You can, for example, obtain the slope (beta) of a list of prices using linear regression like this where the curve data points are being compared to a constant. I think params would be two elements, so params[-1], beta, is the second of two and alpha would be the zero-index counterpart, and in this case with the constant maybe not interesting.

import statsmodels.api as sm

        slp = slope(data.history(stock, 'close', 60, '1m').dropna())    # Minutes, note dropna(), important

def slope_calc(in_):  
    cnstnt = sm.add_constant(range(-len(in_) + 1, 1))  
    return sm.OLS(in_, cnstnt).fit().params[-1]  # slope, regression beta  

And you can even obtain slope as a pipeline factor for multiple stocks simultaneously, for all stocks you are screening because statsmodels likes the ndarray that pipeline provides, although you would need to screen this further for nans at some point, like in before_trading_start:

def make_pipeline(context):  
    pipe = Pipeline()

    slw  = Slope(window_length=300, mask=Q1500US())  
    fst  = Slope(window_length=20 , mask=Q1500US())  
    [...]

class Slope(CustomFactor):  
    inputs = [USEquityPricing.close]  
    def compute(self, today, assets, out, closes):  
        out[:] = slope(closes)

def slope(in_):     # Return slope of regression line.  
    return sm.OLS(in_, sm.add_constant(range(-len(in_) + 1, 1))).fit().params[-1]  # slope  

^^ I fixed a few errors just now and have re-attached the latest version here.

I'm mainly interested in trading futures actually.
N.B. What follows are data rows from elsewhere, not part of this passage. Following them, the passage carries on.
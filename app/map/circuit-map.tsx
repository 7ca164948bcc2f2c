import { useMemo, useState } from 'react'
import { type CircuitScene, circuitShapes } from '~/draw/circuit-map'
import { mapFurniture } from '~/draw/furniture'
import { DETAIL_FROM, type Projection } from '~/draw/projection'
import { roadOf } from '~/draw/road'
import type { Reader } from '~/draw/text-styles'
import { makeFrame } from '~/track/layout-frame'
import { type LngLat, type Station, station } from '~/track/units'
import { Handle } from './handle'
import { MapFrame, type MapFrameWords } from './map-frame'
import { labelRoom, useMapView } from './map-view'
import { FixedLayer, SheetLayer } from './sheet-layer'

export interface CircuitMapProps {
  scene: CircuitScene
  projection: Projection
  reader: Reader
  words: MapFrameWords & {
    /** "500 m" */
    metres: (value: number) => string
    /** What a screen reader says of the start line's handle. */
    start: string
  }
  /** The start line was let go here, on the road or beside it. Left out where it may not be moved. */
  onStartMove?: ((to: LngLat) => void) | undefined
  /** The start line was pushed by so many metres, further on positive. */
  onStartNudge?: ((metres: number) => void) | undefined
  onReady?: (() => void) | undefined
}

/** A whole layout on a map: its way round, its bends with their plates, its start line to take hold of. */
export function CircuitMap(props: CircuitMapProps) {
  const { scene, projection, words, onReady } = props
  const { plane } = scene.road.frame.centreline
  return (
    <MapFrame {...{ plane, words, onReady }} home={projection}>
      <CircuitLayers {...props} />
    </MapFrame>
  )
}

function CircuitLayers({ scene, reader, words, onStartMove, onStartNudge }: CircuitMapProps) {
  const { plane } = scene.road.frame.centreline
  const view = useMapView(plane, DETAIL_FROM)
  const { window, sheet } = view
  const [held, setHeld] = useState<LngLat | null>(null)
  const shown = useMemo(() => (held ? withStartAt(scene, held) : scene), [scene, held])
  const furniture = useMemo(() => mapFurniture(window, words, reader), [window, words, reader])
  const shapes = useMemo(
    () => circuitShapes(shown, sheet, reader, labelRoom(view, furniture.boxes)),
    [shown, sheet, reader, view, furniture],
  )
  const drop = (to: LngLat) => {
    setHeld(null)
    onStartMove?.(to)
  }
  return (
    <>
      <SheetLayer plane={plane} projection={sheet} shapes={shapes} />
      {onStartMove || onStartNudge ? (
        <Handle
          at={scene.road.frame.pointAt(station(0))}
          label={words.start}
          movable
          layer={0}
          className="map-start"
          onDrag={onStartMove ? setHeld : undefined}
          onDrop={drop}
          onNudge={onStartNudge ? ({ forward }) => onStartNudge(forward) : undefined}
        >
          <i />
        </Handle>
      ) : null}
      <FixedLayer projection={window} shapes={furniture.shapes} />
    </>
  )
}

/** The scene with its start line under the hand; corners stay where they are on the ground. */
function withStartAt(scene: CircuitScene, to: LngLat): CircuitScene {
  const { frame, width } = scene.road
  const { centreline, reversed } = frame
  const moved = makeFrame(centreline, { startAlong: frame.toAlong(frame.locate(to).station), reversed })
  const again = (at: Station) => moved.toStation(frame.toAlong(at))
  const corners = scene.corners.map(({ entry, exit, ...corner }) => ({
    ...corner,
    apex: again(corner.apex),
    ...(entry === undefined || exit === undefined ? {} : { entry: again(entry), exit: again(exit) }),
  }))
  return { ...scene, road: roadOf(moved, width), corners }
}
Does the Pipeline work with the futures calendar now?

Also, has anyone implemented an simple indicator as a filter for the Pipeline? I'm thinking filtering out all the instances when e.g. the symbol's price was not trading < the lower BB or > the upper BB. Then feed that into the Pipeline and see what I get. The Pipeline examples I have seen thus far are all geared toward managing a stock portfolio separated into buys and sells. I want to use the Pipeline for single symbols or perhaps pair trades.

Yes, alpha and beta of the market are straight from linear regression:

Quantopian Summer Lecture: The Art of Not Following the Market
https://www.youtube.com/watch?v=Af0l3TQJ3h8&feature=youtu.be&t=22m14s

^^^ Yes, I incorporated some of this into my sheet. This was actually a key lecture for me and surprisingly I don't see hedging against market beta applied very often in strategies.